■ Data to use ■
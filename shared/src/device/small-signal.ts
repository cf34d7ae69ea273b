import type { DeviceParams } from '../schemas/process.js';
import { type CurrentModel, KERNEL_OUTPUTS, VDSAT, drainCurrentInto } from './drain-current.js';
import { type ChannelTerms, LONG_CHANNEL } from './short-channel.js';
import { slopeFactor } from './slope-factor.js';
import { bodyEffectSlope } from './threshold.js';

export type Region = 'weak' | 'moderate' | 'strong';

const scratch = new Float64Array(KERNEL_OUTPUTS);

/** Region boundaries of the inversion coefficient: weak < 0.1 ≤ moderate ≤ 10 < strong (Binkley, Tradeoffs and Optimization in Analog CMOS Design, Wiley, 2008, ch. 3). */
export const WEAK_INVERSION_IC = 0.1;
export const STRONG_INVERSION_IC = 10;

/**
 * IC = ID / I_spec, I_spec = 2·n·β·UT² (EKV normalisation; Enz & Vittoz, Charge-Based MOS Transistor Modeling,
 * Wiley, 2006). The all-region model carries the same I_spec, so IC = ln²(1 + e^(VOV/(2nUT))) in saturation and
 * IC = 1 at VOV = 2nUT·ln(e − 1) (without the short-channel terms).
 */
export function inversionCoefficient(id: number, beta: number, n: number, ut: number): number {
  return id / (2 * n * beta * ut * ut);
}

export function regionOf(ic: number): Region {
  if (ic < WEAK_INVERSION_IC) return 'weak';
  return ic <= STRONG_INVERSION_IC ? 'moderate' : 'strong';
}

/**
 * VDSsat in volts. All-region: V_P/n + 4UT·(1 − σ(x)), V_P = 2nUT·ln(1 + eˣ), x = VOV/(2nUT), σ the logistic
 * function: → VOV/n in strong inversion (lowered further by velocity saturation, see drain-current.ts), → 4UT in
 * weak inversion (where the reverse term e^(−VDS/UT) is 1.8 %), smooth between.
 * Square law: max(VOV, 4UT): VOV as SPICE level 1, and 4UT in its exponential tail ((1 − e^(−4)) = 98 %).
 */
export function saturationVoltage(model: CurrentModel, vov: number, n: number, ut: number, terms: ChannelTerms = LONG_CHANNEL): number {
  drainCurrentInto(model, 1, n, ut, 0, vov, 1, scratch, terms);
  return scratch[VDSAT];
}

/**
 * gmb/gm. All-region: n(VSB) − 1, the EKV relation (the gate couples to the channel as 1/n of the body's
 * pull, Enz & Vittoz 2006). Square law: γ/(2√(2φF + VSB)) = dVT/dVSB, as SPICE level 1 computes it.
 * The two agree when n is derived from γ.
 */
export function gmbRatioOf(model: CurrentModel, params: Pick<DeviceParams, 'gamma' | 'twoPhiF' | 'n'>, vsb: number): number {
  return model === 'square-law' ? bodyEffectSlope(params.gamma, params.twoPhiF, vsb) : slopeFactor(params, vsb) - 1;
}

export interface SmallSignal {
  id: number;
  gm: number;
  gmb: number;
  gds: number;
  /** 1/gds; null when gds = 0 (λ = 0 in saturation): infinite. */
  ro: number | null;
  gmId: number;
  /** gm/gds; null when gds = 0. */
  intrinsicGain: number | null;
  ic: number;
  region: Region;
  vdsat: number;
  saturated: boolean;
}

/** Current and small-signal figures at one bias point; gmb = gm·gmbRatio (see gmbRatioOf). */
export function smallSignal(model: CurrentModel, beta: number, n: number, ut: number, lambda: number, vov: number, vds: number, gmbRatio: number, terms: ChannelTerms = LONG_CHANNEL): SmallSignal {
  drainCurrentInto(model, beta, n, ut, lambda, vov, vds, scratch, terms);
  const [id, gm, gds, gmId, vdsat] = scratch;
  const ic = inversionCoefficient(id, beta, n, ut);
  return {
    id,
    gm,
    gmb: gm * gmbRatio,
    gds,
    ro: gds > 0 ? 1 / gds : null,
    gmId,
    intrinsicGain: gds > 0 ? gm / gds : null,
    ic,
    region: regionOf(ic),
    vdsat,
    saturated: vds >= vdsat,
  };
}
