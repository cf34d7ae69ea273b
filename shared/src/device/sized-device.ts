import type { CornersRequestInput } from '../schemas/corners.js';
import type { Polarity } from '../schemas/process.js';
import type { Model } from '../schemas/request-fields.js';

/** A device as sized and drawn: what the sheet analyses hand to computeCorners. */
export interface SizedDevice {
  polarity: Polarity;
  flavour?: string;
  model: Model;
  /** Drawn width of all fingers, m. */
  w: number;
  l: number;
  vds: number;
  vsb: number;
}

/** The corners request of a sized device held at ID (current) or VGS (voltage). */
export function cornersRequestOf(processId: string, device: SizedDevice, held: { bias: 'current'; id: number } | { bias: 'voltage'; vgs: number }): CornersRequestInput {
  return {
    processId,
    polarity: device.polarity,
    ...(device.flavour === undefined ? {} : { flavour: device.flavour }),
    model: device.model,
    w: device.w,
    l: device.l,
    vds: device.vds,
    vsb: device.vsb,
    ...held,
  };
}
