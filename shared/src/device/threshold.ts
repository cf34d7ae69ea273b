import { formatQuantity } from '../units/format-quantity.js';
import { EngineError } from './errors.js';

export interface ThresholdParams {
  readonly vt0: number;
  readonly gamma: number;
  readonly twoPhiF: number;
  readonly vtTc: number;
}

/**
 * Body effect γ·(√(2φF + VSB) − √(2φF)) in volts (long-channel depletion charge, e.g. Tsividis & McAndrew,
 * Operation and Modeling of the MOS Transistor, 3rd ed., 2011, ch. 4). VSB < 0 is a forward-biased
 * source–body junction and lowers VT; VSB ≤ −2φF has no real square root: EngineError VSB_BEYOND_FORWARD_LIMIT.
 */
export function bodyEffect(gamma: number, twoPhiF: number, vsb: number): number {
  if (!(twoPhiF + vsb > 0)) {
    throw new EngineError(
      'VSB_BEYOND_FORWARD_LIMIT',
      `The source–body voltage ${formatQuantity(vsb, 'V', { digits: 4 })} forward-biases the junction beyond −2φF = ${formatQuantity(-twoPhiF, 'V', { digits: 4 })}; the body-effect equation has no answer there`,
      'vsb',
    );
  }
  return gamma * (Math.sqrt(twoPhiF + vsb) - Math.sqrt(twoPhiF));
}

/** dVT/dVSB = γ/(2·√(2φF + VSB)), the ratio gmb/gm. */
export function bodyEffectSlope(gamma: number, twoPhiF: number, vsb: number): number {
  return gamma / (2 * Math.sqrt(twoPhiF + vsb));
}

/**
 * VT = vt0 + dvt + γ(√(2φF + VSB) − √(2φF)) + vtTc·(T − Tnom), polarity-normalised (−VTP for PMOS),
 * temperatures in kelvin. VSB = 0 at Tnom and dvt = 0 gives vt0 exactly.
 */
export function thresholdVoltage(params: ThresholdParams, vsb: number, tempK: number, tnomK: number, dvt = 0): number {
  return params.vt0 + dvt + params.vtTc * (tempK - tnomK) + bodyEffect(params.gamma, params.twoPhiF, vsb);
}
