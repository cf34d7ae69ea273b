/**
 * Random mismatch after Pelgrom, Duinmaijer & Welbers, "Matching properties of MOS transistors",
 * IEEE JSSC 24(5), 1433–1440, 1989: for a PAIR of identical devices, σ(ΔVT) = AVT/√(W·L) and
 * σ(Δβ/β) = Aβ/√(W·L), Δ the difference between the two. Every σ here is of a pair difference unless
 * its name says "single": one device's σ(VT) is AVT/√(2·W·L), the pair's divided by √2.
 */

export interface MismatchDevice {
  /** Pelgrom AVT, V·m. */
  readonly avt: number;
  /** Pelgrom Aβ, m. */
  readonly abeta: number;
  readonly w: number;
  readonly l: number;
  /** gm/ID at the operating point, 1/V. */
  readonly gmId: number;
}

export interface PairMismatch {
  /** σ(ΔVT) of the pair, V. */
  sigmaVt: number;
  /** σ(VT) of one device, V (= sigmaVt/√2 for equal devices). */
  sigmaVtSingle: number;
  /** σ(Δβ/β) of the pair, relative. */
  sigmaBeta: number;
  /** σ(ΔID/ID) of the pair at equal VGS: √((gm/ID)²·σ(ΔVT)² + σ(Δβ/β)²), relative. */
  sigmaId: number;
  /** Gate-referred offset σ(VOS) of the pair at equal ID: σ(ΔID/ID)/(gm/ID) = √(σ(ΔVT)² + (σ(Δβ/β)/(gm/ID))²), V. */
  sigmaVos: number;
}

/** Pelgrom's pair σ = A/√(W·L): σ(ΔVT) with A = avt, σ(Δβ/β) with A = abeta. */
export function pelgromPairSigma(coefficient: number, w: number, l: number): number {
  return coefficient / Math.sqrt(w * l);
}

/** Mismatch between two devices that may differ in size: the single-device variances AVT²/(2WL) add. */
export function mismatchBetween(a: MismatchDevice, b: MismatchDevice): PairMismatch {
  const vtA = (a.avt * a.avt) / (2 * a.w * a.l);
  const vtB = (b.avt * b.avt) / (2 * b.w * b.l);
  const betaA = (a.abeta * a.abeta) / (2 * a.w * a.l);
  const betaB = (b.abeta * b.abeta) / (2 * b.w * b.l);
  const idVariance = a.gmId * a.gmId * vtA + betaA + b.gmId * b.gmId * vtB + betaB;
  const meanGmId = (a.gmId + b.gmId) / 2;
  const sigmaId = Math.sqrt(idVariance);
  return {
    sigmaVt: Math.sqrt(vtA + vtB),
    sigmaVtSingle: Math.sqrt(vtA),
    sigmaBeta: Math.sqrt(betaA + betaB),
    sigmaId,
    sigmaVos: meanGmId > 0 ? sigmaId / meanGmId : Math.sqrt(vtA + vtB),
  };
}

/** Mismatch of a matched pair of two identical devices (the Pelgrom pair convention). */
export function pairMismatch(device: MismatchDevice): PairMismatch {
  return mismatchBetween(device, device);
}

export interface MatchGroupMismatch extends PairMismatch {
  /** Indices (into the list given) of the pair with the largest σ(VOS). */
  a: number;
  b: number;
}

/**
 * The worst pair of a match group (devices meant to match, e.g. a differential pair or a mirror):
 * the pair with the largest gate-referred σ(VOS). null for fewer than two devices.
 */
export function matchGroupMismatch(devices: readonly MismatchDevice[]): MatchGroupMismatch | null {
  let worst: MatchGroupMismatch | null = null;
  for (let i = 0; i < devices.length; i++) {
    for (let j = i + 1; j < devices.length; j++) {
      const pair = mismatchBetween(devices[i], devices[j]);
      if (!worst || pair.sigmaVos > worst.sigmaVos) worst = { ...pair, a: i, b: j };
    }
  }
  return worst;
}
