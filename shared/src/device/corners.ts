import { CORNER_FIGURES, type CornerFigure, type CornersRequest, type CornersResponse, WORSE_DIRECTION } from '../schemas/corners.js';
import type { Warning } from '../schemas/warning.js';
import { type Process, cornerNames } from '../schemas/process.js';
import { betaOf, channelOf, slopeFactorOf, thresholdOf } from './channel.js';
import type { CurrentModel } from './drain-current.js';
import { EngineError, isEngineError } from './errors.js';
import { type OperatingPoint, operatingPoint } from './operating-point.js';
import { overdriveForCurrent } from './overdrive.js';
import { type PreparedDevice, prepareDevice } from './resolve-device.js';
import { say, voltageNames } from './say.js';
import { checkLength } from './solve.js';
import { operatingPointWarnings } from './warnings.js';

export interface CornerPoint {
  corner: string;
  temperature: number;
  op: OperatingPoint | null;
  warnings: Warning[];
  error?: { code: string; message: string };
}

export type CornerAnalysis = Pick<CornersResponse, 'extremes' | 'worst'> & { points: CornerPoint[] };

/** The corners of a request, or TT and every corner of the process. */
export function cornersOf(request: Pick<CornersRequest, 'corners'>, process: Process): string[] {
  return request.corners ?? cornerNames(process);
}

/** The temperatures of a request, or tempRange.min, tnom and tempRange.max (tnom alone without a range). */
export function temperaturesOf(request: Pick<CornersRequest, 'temperatures'>, process: Process): number[] {
  if (request.temperatures) return request.temperatures;
  const range = process.tempRange;
  return range ? [...new Set([range.min, process.tnom, range.max])] : [process.tnom];
}

/**
 * A sized device (w, l) over corners × temperatures, biased by current (VGS solved at each point so that
 * ID is the same everywhere) or by voltage (VGS the same everywhere, ID follows). Each point has its
 * operating point and warnings, or the error that left it without one; `extremes` gives the lowest and
 * highest value of each figure and where, `worst` the worse of the two for figures that have a worse
 * direction (lowest gm, highest ioff …).
 */
export function cornerAnalysis(request: CornersRequest & { model: CurrentModel }, process: Process): CornerAnalysis {
  const points: CornerPoint[] = [];
  const corners = cornersOf(request, process);
  for (const [index, corner] of corners.entries()) {
    for (const temperature of temperaturesOf(request, process)) {
      const device = prepareDevice(process, request.polarity, { corner, temperature, flavour: request.flavour, cornerField: request.corners ? `corners.${index}` : 'corner' });
      try {
        const op = biasedOperatingPoint(device, request);
        const warnings = operatingPointWarnings(device, request.model, op);
        if (request.w < device.params.wmin) warnings.push({ code: 'W_BELOW_WMIN', message: `W = ${say(request.w, 'm')} is below wmin = ${say(device.params.wmin, 'm')}` });
        points.push({ corner, temperature, op, warnings });
      } catch (error) {
        if (!isEngineError(error)) throw error;
        points.push({ corner, temperature, op: null, warnings: [], error: { code: error.code, message: error.message } });
      }
    }
  }
  return { points, ...extremesOf(points) };
}

function biasedOperatingPoint(device: PreparedDevice, request: CornersRequest & { model: CurrentModel }): OperatingPoint {
  const { w, l, vds, vsb, model } = request;
  const fingers = request.fingers ?? 1;
  checkLength(device, l);
  const channel = channelOf(device, model, w, l, fingers);
  const vt = thresholdOf(device, channel, vsb, vds);
  let vgs = request.vgs as number;
  if (request.bias === 'current') {
    const id = request.id as number;
    vgs = vt + overdriveForCurrent(model, betaOf(channel, vsb), slopeFactorOf(device, channel, vsb), device.ut, channel.lambda, vds, id, channel.terms);
    if (vgs > device.vdd) {
      throw new EngineError('ID_NOT_REACHABLE_BELOW_VDD', `At ${device.corner}, ${say(device.temperature, '°C')}, W = ${say(w, 'm')} would need ${voltageNames(device.polarity).vgs} = ${say(vgs, 'V')} (above VDD = ${say(device.vdd, 'V')}) to carry ${say(id, 'A')}`, 'id');
    }
  }
  return operatingPoint(device, model, w, l, { vgs, vds, vsb }, fingers);
}

/** The lowest and highest value of each figure over the points, and the worse of the two where a figure has a worse direction. */
export function extremesOf(points: readonly CornerPoint[]): Pick<CornersResponse, 'extremes' | 'worst'> {
  const extremes: CornersResponse['extremes'] = {};
  const worst: CornersResponse['worst'] = {};
  for (const figure of CORNER_FIGURES) {
    let min: { value: number; corner: string; temperature: number } | undefined;
    let max: typeof min;
    for (const { op, corner, temperature } of points) {
      const value = op?.[figure as CornerFigure];
      if (typeof value !== 'number' || !Number.isFinite(value)) continue;
      if (!min || value < min.value) min = { value, corner, temperature };
      if (!max || value > max.value) max = { value, corner, temperature };
    }
    if (!min || !max) continue;
    extremes[figure] = { min, max };
    const direction = WORSE_DIRECTION[figure];
    if (direction) worst[figure] = { ...(direction === 'min' ? min : max), direction };
  }
  return { extremes, worst };
}
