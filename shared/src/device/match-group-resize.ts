import { matchGroupMismatch, type MismatchDevice } from './mismatch.js';
import { offsetArea } from './offset-area.js';

/** A member of a match group as it is now. */
export interface ResizeMember {
  w: number;
  l: number;
  multiplier: number;
  gmId: number;
  vov: number;
  fingers: number;
  /** Pelgrom coefficients of its device type, V·m and m. */
  avt: number;
  abeta: number;
  /** The process minimum length, and the grid a drawn length snaps to, m. */
  lmin: number;
  grid: number;
}

export interface MemberSize {
  w: number;
  l: number;
  gmId: number;
  vov: number;
  fingers: number;
}

/**
 * Sizes member `index` again at length l with its own ID and the same gm/ID (or VOV): the caller's engine
 * call (computeSize for whatever model the device uses). A sentence when it cannot.
 */
export type MemberSizer = (index: number, l: number) => MemberSize | string;

export interface OffsetFigures {
  sigmaVos: number;
  sigmaVt: number;
  sigmaBeta: number;
  area: number;
}

export interface GroupResizePlan {
  scale: number;
  requiredArea: number;
  before: OffsetFigures;
  after: OffsetFigures;
  sizes: MemberSize[];
  meetsTarget: boolean;
  limitedBy: string | null;
}

const MAX_STEPS = 24;
/** Aim this little below the target, so that the width grid does not leave the group just above it. */
const AIM = 0.998;

function figures(members: readonly { w: number; l: number; gmId: number; multiplier: number; avt: number; abeta: number }[]): OffsetFigures {
  const devices: MismatchDevice[] = members.map((m) => ({ avt: m.avt, abeta: m.abeta, w: m.w * m.multiplier, l: m.l, gmId: m.gmId }));
  const worst = matchGroupMismatch(devices);
  return {
    sigmaVos: worst?.sigmaVos ?? 0,
    sigmaVt: worst?.sigmaVt ?? 0,
    sigmaBeta: worst?.sigmaBeta ?? 0,
    area: members.reduce((sum, m) => sum + m.w * m.l * m.multiplier, 0),
  };
}

/**
 * Re-sizes a match group to meet a target input-referred σ(VOS) of its worst pair (Pelgrom 1989, Kinget 2005):
 * every member's L is scaled by the same factor s (snapped to the grid, at least lmin) and the member sized
 * again at the same gm/ID or VOV by `size`, which keeps its W/L nearly constant, so its area scales by about
 * s² and σ(VOS) by 1/s; ratios between members (a 4:1 mirror) stay. s is found by a fixed-point iteration on
 * the σ the engine's own sizes give, until σ(VOS) is at most the target and within 1 % of it (or the lengths
 * reach lmin, or a size is refused: `limitedBy` says which). A group of fewer than two members has no offset.
 */
export function resizeMatchGroup(members: readonly ResizeMember[], target: number, size: MemberSizer): GroupResizePlan {
  const before = figures(members);
  const worst = matchGroupMismatch(members.map((m) => ({ avt: m.avt, abeta: m.abeta, w: m.w * m.multiplier, l: m.l, gmId: m.gmId })));
  const pair = worst ? [members[worst.a], members[worst.b]] : members.slice(0, 1);
  const meanGmId = pair.reduce((sum, m) => sum + m.gmId, 0) / Math.max(1, pair.length);
  const requiredArea = pair.length > 0 ? offsetArea(pair[0].avt, pair[0].abeta, meanGmId, target) : 0;
  const current: MemberSize[] = members.map(({ w, l, gmId, vov, fingers }) => ({ w, l, gmId, vov, fingers }));
  if (members.length < 2) return { scale: 1, requiredArea, before, after: before, sizes: current, meetsTarget: before.sigmaVos <= target, limitedBy: 'A match group needs two devices to have an offset' };

  let scale = before.sigmaVos > 0 ? (before.sigmaVos / target) / AIM : 1;
  let best: { scale: number; sizes: MemberSize[]; after: OffsetFigures } | null = null;
  let limitedBy: string | null = null;
  for (let step = 0; step < MAX_STEPS; step++) {
    const lengths = members.map((m) => Math.max(m.lmin, Math.round((m.l * scale) / m.grid) * m.grid));
    const sized = lengths.map((l, index) => size(index, Number(l.toPrecision(12))));
    const refused = sized.find((s): s is string => typeof s === 'string');
    if (refused !== undefined) {
      limitedBy = refused;
      break;
    }
    const sizes = sized as MemberSize[];
    const after = figures(members.map((m, i) => ({ ...m, ...sizes[i] })));
    const meets = after.sigmaVos <= target;
    if (meets && (!best || after.area < best.after.area)) best = { scale, sizes, after };
    if (meets && after.sigmaVos >= target * 0.99) break;
    const atLmin = lengths.every((l, i) => l <= members[i].lmin);
    if (meets && atLmin) {
      limitedBy = 'Every length is at lmin: the group cannot shrink further at this gm/ID';
      break;
    }
    scale *= (after.sigmaVos / target) / AIM;
  }
  const chosen = best ?? { scale, sizes: current, after: before };
  const meetsTarget = chosen.after.sigmaVos <= target;
  if (!meetsTarget && limitedBy === null) limitedBy = 'No length found that meets the target within the iteration limit';
  return { scale: chosen.scale, requiredArea, before, after: chosen.after, sizes: chosen.sizes, meetsTarget, limitedBy };
}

■ Goal of the exercise ■
Search the lines above for the string "offsetArea" and copy each line that has it.

■ Solution below ■
import { offsetArea } from './offset-area.js';
  const requiredArea = pair.length > 0 ? offsetArea(pair[0].avt, pair[0].abeta, meanGmId, target) : 0;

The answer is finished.